作者:张鸿福 当前章节:3915 字 更新时间:2026-7-12 13:14

一直找不到话头的载勋,此时却语出惊人:“应当奏请太后重用义和团,对付洋人。荣中堂,你在太后那里一言九鼎,应当出头。”

这才是今晚的重点,就是希望荣禄支持包容甚至利用义和团。但载勋用词实在不当,荣禄连连推辞道:“庄王爷,您这话可真够砍掉荣某的脑袋,只有太后一言九鼎,除此之外,大清还有谁配用这个词?”

这下把载勋的热情打了回去,他立即闭嘴,不敢再开口。

徐桐又接着道:“今上圣躬不豫,又无后嗣,这才是最可忧虑的事情。仲华,你们这些军机大臣应当为国早谋。”

所谓为国早谋,就是行废立,以溥儁取代光绪。荣禄不赞同,但又不能让这帮太子党觉得他在挡路,便道:“徐中堂所忧虑不无道理。可是此等大事,做臣子的只有秉命而行,圣明不过皇太后,慈圣必有措置。”

这话回得相当漂亮,就是徐桐也无法继续这一话题。于是话题重新转回到义和团,毓贤说道:“荣中堂,你该提醒袁慰亭一句,不可逼得义和团走投无路,得饶人处且饶人。”

袁世凯接任山东巡抚,未上任就发布告示,要采取最严厉的手段,打击杀洋人、烧教堂、惹麻烦的人。他是武卫右军统领,正正经经的荣禄手下。可荣禄却道:“将在外军令有所不受,我实在无法遥制。”
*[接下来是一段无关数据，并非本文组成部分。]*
import 'server-only';
import { and, asc, eq, inArray, isNotNull, sql } from 'drizzle-orm';
import type { View } from '@/diagnosis/garments/schema';
import { db, type Executor } from '../client';
import { photos } from '../schema/photos';
import { rounds } from '../schema/rounds';
import { recordAudit } from './audit';
import { writeGuarded } from './guarded';
import type { Written } from './outcome';
import type { Viewer } from './viewer';
import { mayPhotograph, photoIsKept, roundIds, roundOwnedBy, roundVisibleTo } from './visible-to';

const COLUMNS = {
  id: photos.id,
  view: photos.view,
  isMirrored: photos.isMirrored,
  revision: photos.revision,
  widthPx: photos.widthPx,
  heightPx: photos.heightPx,
  version: photos.version,
};

const inOwnRound = (viewer: Viewer) => inArray(photos.roundId, roundIds(roundOwnedBy(viewer)));

export function listPhotos(viewer: Viewer, roundId: string) {
  return db()
    .select(COLUMNS)
    .from(photos)
    .where(
      and(
        eq(photos.roundId, roundId),
        inArray(photos.roundId, roundIds(and(roundVisibleTo(viewer), eq(rounds.id, roundId)))),
        photoIsKept,
      ),
    )
    .orderBy(asc(photos.id))
    .limit(60);
}
export type PhotoDto = Awaited<ReturnType<typeof listPhotos>>[number];

/** The photos of a round; null when the round is not in sight, which is not the same as having none. */
export async function findPhotos(viewer: Viewer, roundId: string): Promise<PhotoDto[] | null> {
  const seen = await roundIds(and(roundVisibleTo(viewer), eq(rounds.id, roundId)));
  return seen.length > 0 ? listPhotos(viewer, roundId) : null;
}

/**
 * Whether these very pictures may be served: the photo is in sight and the revision is the one that stands.
 * @param audience the master, which is the photo to keep, goes to its owner; the smaller pictures to whoever may look
 */
export async function mayServePhoto(
  viewer: Viewer,
  id: string,
  revision: number,
  audience: 'owner' | 'readers',
): Promise<boolean> {
  const inSight = audience === 'owner' ? roundOwnedBy(viewer) : roundVisibleTo(viewer);
  const [row] = await db()
    .select({ id: photos.id })
    .from(photos)
    .where(
      and(
        eq(photos.id, id),
        eq(photos.revision, revision),
        photoIsKept,
        inArray(photos.roundId, roundIds(inSight)),
      ),
    );
  return row !== undefined;
}

async function findByUploadKey(tx: Executor, roundId: string, uploadKey: string): Promise<PhotoDto | null> {
  const [row] = await tx
    .select(COLUMNS)
    .from(photos)
    .where(and(eq(photos.roundId, roundId), eq(photos.uploadKey, uploadKey)));
  return row ?? null;
}

/**
 * What this upload has made already, and whether the wearer agreed to be photographed. Null: the round is not the viewer's.
 */
export async function findRoundForUpload(
  viewer: Viewer,
  roundId: string,
  uploadKey: string,
): Promise<{ had: PhotoDto | null; isAgreed: boolean } | null> {
  const own = and(roundOwnedBy(viewer), eq(rounds.id, roundId));
  const [owned] = await roundIds(own);
  if (!owned) return null;
  const agreed = await roundIds(and(own, mayPhotograph));
  return { had: await findByUploadKey(db(), roundId, uploadKey), isAgreed: agreed.length > 0 };
}

export interface NewPhoto {
  id: string;
  uploadKey: string;
  view: View;
  isMirrored: boolean;
  widthPx: number;
  heightPx: number;
  masterSha256: string;
  masterBytes: number;
}

/**
 * The row of a photo whose files are in the store. Of the same upload sent several times at once, one row comes to be: `isNew`
 * says whether it is this one's files that it stands for. Null when the round is not the viewer's.
 */
export async function addPhoto(
  viewer: Viewer,
  roundId: string,
  photo: NewPhoto,
): Promise<{ photo: PhotoDto; isNew: boolean } | null> {
  return db().transaction(async (tx) => {
    const [owned] = await tx
      .select({ id: rounds.id })
      .from(rounds)
      .where(
        and(eq(rounds.id, roundId), inArray(rounds.id, roundIds(and(roundOwnedBy(viewer), mayPhotograph)))),
      );
    if (!owned) return null;
    const [row] = await tx
      .insert(photos)
      .values({ ...photo, roundId })
      .onConflictDoNothing({ target: [photos.roundId, photos.uploadKey] })
      .returning(COLUMNS);
    if (row) {
      await recordAudit(tx, {
        actorId: viewer.userId,
        verb: 'create',
        objectKind: 'photo',
        objectId: row.id,
      });
      return { photo: row, isNew: true };
    }
    const had = await findByUploadKey(tx, roundId, photo.uploadKey);
    return had ? { photo: had, isNew: false } : null;
  });
}

async function findOwnPhoto(viewer: Viewer, id: string): Promise<PhotoDto | null> {
  const [row] = await db()
    .select(COLUMNS)
    .from(photos)
    .where(and(eq(photos.id, id), photoIsKept, inOwnRound(viewer)));
  return row ?? null;
}

export function updatePhoto(
  viewer: Viewer,
  id: string,
  seenVersion: number,
  edit: { view?: View | undefined; isMirrored?: boolean | undefined },
): Promise<Written<PhotoDto>> {
  return writeGuarded({
    viewer,
    objectKind: 'photo',
    id,
    edit,
    write: async (tx) => {
      const mine = and(eq(photos.id, id), photoIsKept, inOwnRound(viewer), eq(photos.version, seenVersion));
      const set = { ...edit, version: sql`${photos.version} + 1` };
      return (await tx.update(photos).set(set).where(mine).returning({ id: photos.id })).length > 0;
    },
    find: () => findOwnPhoto(viewer, id),
  });
}

/** Into the bin, or out of it again within 30 days. */
export async function setPhotoRemoved(viewer: Viewer, id: string, isRemoved: boolean): Promise<boolean> {
  return db().transaction(async (tx) => {
    const rows = await tx
      .update(photos)
      .set({ deletedAt: isRemoved ? sql`now()` : null, version: sql`${photos.version} + 1` })
      .where(
        and(eq(photos.id, id), isRemoved ? photoIsKept : isNotNull(photos.deletedAt), inOwnRound(viewer)),
      )
      .returning({ id: photos.id });
    if (rows.length === 0) return false;
    const verb = isRemoved ? 'delete' : 'restore';
    await recordAudit(tx, { actorId: viewer.userId, verb, objectKind: 'photo', objectId: id });
    return true;
  });
}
载漪见状,便建议道:“佐臣,这件事并非单纯的军务,让仲华来提醒反倒显得是私相授受。应当由军机处请旨发一道上谕给袁慰亭,不能滥杀义民。”

看荣禄对此也不置可否,大家只好谈今年的天气。勉强应付到席终,荣禄终于得以脱身。他整晚睡不着,想明天一定去贤良寺见李鸿章。
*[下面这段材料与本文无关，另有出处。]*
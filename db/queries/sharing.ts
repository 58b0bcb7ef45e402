import 'server-only';
import { and, desc, eq, gt, inArray, isNull, or, sql } from 'drizzle-orm';
import { env } from '@/lib/env';
import { invitationLetter } from '@/lib/mail/compose';
import { enqueueMail } from '@/lib/mail/enqueue-mail';
import { db, type Executor } from '../client';
import { blocks } from '../schema/blocks';
import { grants } from '../schema/grants';
import { journals } from '../schema/journals';
import { patternVersions } from '../schema/pattern-versions';
import { patterns } from '../schema/patterns';
import { rounds } from '../schema/rounds';
import { users } from '../schema/users';
import { wearers } from '../schema/wearers';
import { recordAudit } from './audit';
import type { Viewer } from './viewer';
import { journalIds, journalOwnedBy, mayShare, roundIds, roundOwnedBy } from './visible-to';

type GrantState = 'waiting' | 'open' | 'ran-out' | 'taken-back' | 'declined';

const STATE = sql<GrantState>`case
  when ${grants.revokedBy} <> ${grants.grantedBy} then 'declined'
  when ${grants.revokedAt} is not null then 'taken-back'
  when ${grants.expiresAt} <= now() then 'ran-out'
  when ${grants.subjectUserId} is null then 'waiting' else 'open' end`;

export const isLive = and(
  isNull(grants.revokedAt),
  or(isNull(grants.expiresAt), gt(grants.expiresAt, sql`now()`)),
);

/** The ids of grants on things of the viewer's own. */
const ownGrantIds = (viewer: Viewer) =>
  db()
    .select({ id: grants.id })
    .from(grants)
    .leftJoin(rounds, eq(rounds.id, grants.roundId))
    .innerJoin(journals, sql`${journals.id} = coalesce(${grants.journalId}, ${rounds.journalId})`)
    .innerJoin(wearers, eq(wearers.id, journals.wearerId))
    .innerJoin(patternVersions, eq(patternVersions.id, journals.patternVersionId))
    .innerJoin(patterns, eq(patterns.id, patternVersions.patternId))
    .where(journalOwnedBy(viewer));

/**
 * Everyone a journal or a round of it was opened to, newest first: how far, until when, and when they last looked. A state of
 * `declined` also says that they have left since. Empty for a journal that is not the viewer's.
 */
export function listGrants(viewer: Viewer, journalId: string) {
  return db()
    .select({
      id: grants.id,
      email: grants.invitedEmail,
      level: grants.level,
      roundNumber: rounds.number,
      state: STATE,
      expiresAt: grants.expiresAt,
      lastLookedAt: grants.lastLookedAt,
    })
    .from(grants)
    .leftJoin(rounds, eq(rounds.id, grants.roundId))
    .where(
      and(
        sql`coalesce(${grants.journalId}, ${rounds.journalId}) = ${journalId}`,
        inArray(grants.id, ownGrantIds(viewer)),
      ),
    )
    .orderBy(desc(grants.id))
    .limit(200);
}
export type GrantDto = Awaited<ReturnType<typeof listGrants>>[number];

export type ShareTarget = { journalId: string } | { roundId: string };
export interface InviteInput {
  id: string;
  email: string;
  level: 'read' | 'fit';
  expiresInDays: number;
}

const ownTarget = (viewer: Viewer, target: ShareTarget) =>
  'journalId' in target
    ? journalIds(and(journalOwnedBy(viewer), eq(journals.id, target.journalId)))
    : roundIds(and(roundOwnedBy(viewer), eq(rounds.id, target.roundId)));
const sharableTarget = (viewer: Viewer, target: ShareTarget) =>
  'journalId' in target
    ? journalIds(and(journalOwnedBy(viewer), mayShare, eq(journals.id, target.journalId)))
    : roundIds(and(roundOwnedBy(viewer), mayShare, eq(rounds.id, target.roundId)));

/** Nothing is sent to someone who does not want this person's invitations; who invites is not told. */
async function sendInvitation(
  tx: Executor,
  viewer: Viewer,
  grant: { id: string; email: string },
): Promise<void> {
  const [blocked] = await tx
    .select({ one: sql`1` })
    .from(blocks)
    .innerJoin(users, eq(users.id, blocks.userId))
    .where(and(eq(blocks.blockedUserId, viewer.userId), eq(users.email, grant.email)));
  if (blocked) return;
  const letter = invitationLetter(env().APP_ORIGIN, viewer.displayName);
  await enqueueMail(tx, { userId: null, email: grant.email }, 'invitation', letter, grant.id);
}

/**
 * Invites an address to one journal or one round. The same id sent again is one invitation and one letter.
 * @returns `no-consent` where the wearer has not agreed to be shown, null where the thing is not the viewer's
 */
export async function invite(
  viewer: Viewer,
  target: ShareTarget,
  { id, email, level, expiresInDays }: InviteInput,
): Promise<'invited' | 'no-consent' | 'oneself' | null> {
  return db().transaction(async (tx) => {
    if ((await ownTarget(viewer, target)).length === 0) return null;
    if (email === viewer.email) return 'oneself';
    if ((await sharableTarget(viewer, target)).length === 0) return 'no-consent';
    const made = await tx
      .insert(grants)
      .values({
        id,
        ...target,
        invitedEmail: email,
        level,
        grantedBy: viewer.userId,
        expiresAt: sql`now() + make_interval(days => ${expiresInDays})`,
      })
      .onConflictDoNothing()
      .returning({ id: grants.id });
    if (made.length === 0) {
      const [had] = await tx.select({ id: grants.id }).from(grants).where(and(eq(grants.id, id), inArray(grants.id, ownGrantIds(viewer)))); // prettier-ignore
      return had ? 'invited' : null;
    }
    await sendInvitation(tx, viewer, { id, email });
    await recordAudit(tx, { actorId: viewer.userId, verb: 'grant', objectKind: 'grant', objectId: id });
    return 'invited';
  });
}

/** The address of an invitation of the viewer's that still waits; null for anything else. */
export async function findWaitingAddress(viewer: Viewer, id: string): Promise<string | null> {
  const [row] = await db()
    .select({ email: grants.invitedEmail })
    .from(grants)
    .where(
      and(eq(grants.id, id), isNull(grants.subjectUserId), isLive, inArray(grants.id, ownGrantIds(viewer))),
    );
  return row?.email ?? null;
}

/** Sends the letter of an invitation once more; the link of the one before ends when the new one is sent. */
export async function resendInvitation(viewer: Viewer, id: string): Promise<boolean> {
  const email = await findWaitingAddress(viewer, id);
  if (!email) return false;
  await db().transaction((tx) => sendInvitation(tx, viewer, { id, email }));
  return true;
}

/** Takes back what was opened to someone: their next request finds nothing. */
export async function revokeGrant(viewer: Viewer, id: string): Promise<boolean> {
  return db().transaction(async (tx) => {
    const gone = await tx
      .update(grants)
      .set({ revokedAt: sql`now()`, revokedBy: viewer.userId, tokenHash: null })
      .where(and(eq(grants.id, id), isNull(grants.revokedAt), inArray(grants.id, ownGrantIds(viewer))))
      .returning({ id: grants.id });
    if (gone.length === 0) return false;
    await recordAudit(tx, { actorId: viewer.userId, verb: 'revoke', objectKind: 'grant', objectId: id });
    return true;
  });
}

/** Notes, to the minute, that someone invited looked into this journal; nothing where it is their own. */
export async function noteLook(viewer: Viewer, journalId: string): Promise<void> {
  await db()
    .update(grants)
    .set({ lastLookedAt: sql`now()` })
    .where(
      and(
        eq(grants.subjectUserId, viewer.userId),
        isLive,
        sql`(${grants.journalId} = ${journalId} or ${grants.roundId} in (select r.id from rounds r where r.journal_id = ${journalId}))`,
        or(isNull(grants.lastLookedAt), sql`${grants.lastLookedAt} < now() - interval '1 minute'`),
      ),
    );
}
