import { z } from 'zod';
import { marksSaveSchema } from '@/components/marks/mark-schema';
import { findOwnMarks, saveMarks } from '@/db/queries/marks';
import { notFound, Problem } from '@/lib/request/problem';
import { route } from '@/lib/request/route';
import { orNotFound } from '@/lib/request/written';

const params = z.object({ photoId: z.uuid() });

export const GET = route({ access: 'viewer', params }, async ({ viewer, params }) =>
  orNotFound(await findOwnMarks(viewer, params.photoId)),
);

export const POST = route(
  { access: 'viewer', params, body: marksSaveSchema },
  async ({ viewer, params, body }) => {
    const saving = await saveMarks(viewer, params.photoId, body);
    if (saving.kind === 'done') return saving.answer;
    if (saving.kind === 'missing') throw notFound();
    if (saving.kind === 'too-many') throw new Problem(422, 'too-many', 'A photo holds at most 500 marks.');
    throw new Problem(
      409,
      'other-revision',
      'The photo was changed meanwhile. Your marks are kept here; open it again.',
      {
        revision: saving.revision,
      },
    );
  },
);
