import 'server-only';
import { and, desc, eq, isNull, sql } from 'drizzle-orm';
import { db } from '../client';
import { wearers } from '../schema/wearers';
import { recordAudit } from './audit';
import { moveToBin } from './bin';
import { writeGuarded } from './guarded';
import type { Written } from './outcome';
import type { Viewer } from './viewer';

const COLUMNS = {
  id: wearers.id,
  name: wearers.name,
  isSelf: wearers.isSelf,
  isUnder18: wearers.isUnder18,
  fittedFor: wearers.fittedFor,
  wornBeneath: wearers.wornBeneath,
  shape: wearers.shape,
  consentsMeasure: wearers.consentsMeasure,
  consentsPhotograph: wearers.consentsPhotograph,
  consentsShare: wearers.consentsShare,
  consentOn: wearers.consentOn,
  version: wearers.version,
};

const ownedBy = (viewer: Viewer) => and(eq(wearers.ownerId, viewer.userId), isNull(wearers.deletedAt));

export type WearerDto = Awaited<ReturnType<typeof listWearers>>[number];
export type WearerInput = Omit<WearerDto, 'id' | 'version'>;

export function listWearers(viewer: Viewer) {
  return db()
    .select(COLUMNS)
    .from(wearers)
    .where(ownedBy(viewer))
    .orderBy(desc(wearers.isSelf), wearers.id)
    .limit(200);
}

export async function findWearer(viewer: Viewer, id: string): Promise<WearerDto | null> {
  const [row] = await db()
    .select(COLUMNS)
    .from(wearers)
    .where(and(eq(wearers.id, id), ownedBy(viewer)));
  return row ?? null;
}

/** Sending the same id again gives back the row it made the first time. Null when the id is somebody else's. */
export async function createWearer(
  viewer: Viewer,
  id: string,
  input: WearerInput,
): Promise<WearerDto | null> {
  return db().transaction(async (tx) => {
    const [row] = await tx
      .insert(wearers)
      .values({ ...input, id, ownerId: viewer.userId })
      .onConflictDoNothing()
      .returning(COLUMNS);
    if (!row) return findWearer(viewer, id);
    await recordAudit(tx, { actorId: viewer.userId, verb: 'create', objectKind: 'wearer', objectId: id });
    return row;
  });
}

export function updateWearer(
  viewer: Viewer,
  id: string,
  seenVersion: number,
  edit: WearerInput,
): Promise<Written<WearerDto>> {
  return writeGuarded({
    viewer,
    objectKind: 'wearer',
    id,
    edit,
    write: async (tx) => {
      const mine = and(eq(wearers.id, id), ownedBy(viewer), eq(wearers.version, seenVersion));
      const set = { ...edit, version: sql`${wearers.version} + 1` };
      return (await tx.update(wearers).set(set).where(mine).returning({ id: wearers.id })).length > 0;
    },
    find: () => findWearer(viewer, id),
  });
}

/** Into the bin, with every journal of theirs out of sight. True when there was something to remove. */
export const removeWearer = (viewer: Viewer, id: string) => moveToBin(viewer, 'wearer', id, ownedBy(viewer));
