/** The expected endings of a guarded write. A conflict brings both versions: nobody's text is overwritten. */
export type Written<T> =
  { kind: 'done'; value: T } | { kind: 'conflict'; mine: unknown; theirs: T } | { kind: 'missing' };

export const done = <T>(value: T): Written<T> => ({ kind: 'done', value });
export const missing = <T>(): Written<T> => ({ kind: 'missing' });
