import 'server-only';
import type { Executor } from '../client';
import { audit } from '../schema/audit';

interface AuditEntry {
  actorId: string | null;
  verb: 'create' | 'update' | 'delete' | 'restore' | 'sign-in' | 'sign-out' | 'grant' | 'revoke';
  objectKind: string;
  objectId: string | null;
  fields?: string[];
}

/** Call it in the transaction of the change it tells of. Field names only, never what was written into them. */
export async function recordAudit(tx: Executor, entry: AuditEntry): Promise<void> {
  await tx.insert(audit).values({ ...entry, fields: entry.fields ?? [] });
}
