import type { Metadata } from 'next';
import { notFound } from 'next/navigation';
import { sittingOf } from '@/components/measuring/last-sitting';
import { MeasureFlow } from '@/components/measuring/MeasureFlow';
import { PageHead } from '@/components/ui/PageHead';
import { listMeasurementSets } from '@/db/queries/measurements';
import { findWearer } from '@/db/queries/wearers';
import { requireViewer } from '@/lib/auth/viewer';
import { uuidOr404 } from '@/lib/request/uuid-or-404';

export const metadata: Metadata = { title: 'Measure' };

const LEAD = 'From the waist down. Leave out what you cannot reach.';
const ASK_FIRST = 'Ask first: it is not written down yet that they agreed to be measured.';

export default async function MeasurePage({ params }: PageProps<'/wearers/[wearerId]/measure'>) {
  const viewer = await requireViewer();
  const id = uuidOr404((await params).wearerId);
  const [found, [last]] = await Promise.all([findWearer(viewer, id), listMeasurementSets(viewer, id)]);
  if (!found) notFound();
  const start = {
    measuredOn: new Date().toISOString().slice(0, 10),
    takenAlone: last?.takenAlone ?? found.isSelf,
    waistPlace: last?.waistPlace ?? ('narrowest' as const),
  };
  return (
    <>
      <PageHead
        title={`Measure ${found.name}`}
        lead={found.isSelf || found.consentsMeasure ? LEAD : ASK_FIRST}
      />
      <MeasureFlow
        wearerId={id}
        unit={viewer.unit}
        start={start}
        last={viewer.hidesMeasurements ? {} : sittingOf(last?.values ?? [], viewer.unit)}
      />
    </>
  );
}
第二天一早,荣禄先打发家人送名帖去贤良寺,约定下午拜访。午饭后小睡一觉,他立即驱轿前往。

一见荣禄眼圈发暗,一脸苦相,李鸿章惊讶地说道:“仲华,你怎么这副模样?”

“嗐,真正是油煎水煮,苦不堪言。我真是羡慕中堂能够站在岸边,看我们这些人在水里乱扑腾。”两人一坐下,荣禄就大吐苦水,“中堂,废立之事已势在必行,我真不知道要怎么应付。已经拖了快一年,不光那帮人鸡叫等不到天明,太后也催问过好几次。刘砚庄最近可能内调,原因说到底还是不同意废立生的嫌隙。”

荣禄曾奉命打听疆臣对废立的意见,刘坤一回电说:“君臣名分久定,中外之口宜防。坤一所以报国在此,所以报公亦在此。”明确的反对废掉光绪帝。所以慈禧有话,不行就给他挪挪地方。

李鸿章非常严肃道:“仲华,刘砚庄此事做得对极。国家疲弱如此,怎能再生他变。你要记得,大清目前境地,内争易至外侮。你如今位居中枢,前面虽有礼邸,可大主意都是你拿,你是实际上的首辅,如同当年的文文忠,有些话,你该出头说。”

文文忠就是同光之际的军机大臣文祥,他辅助恭亲王对内平定太平天国和捻军之乱,对外邦交各国,是口碑极好的名臣。李鸿章以之相比,荣禄倍感激动:“我是想如文文忠那样为国尽力,可惜德才不及,而且军机枢府都让人有劲使不上。”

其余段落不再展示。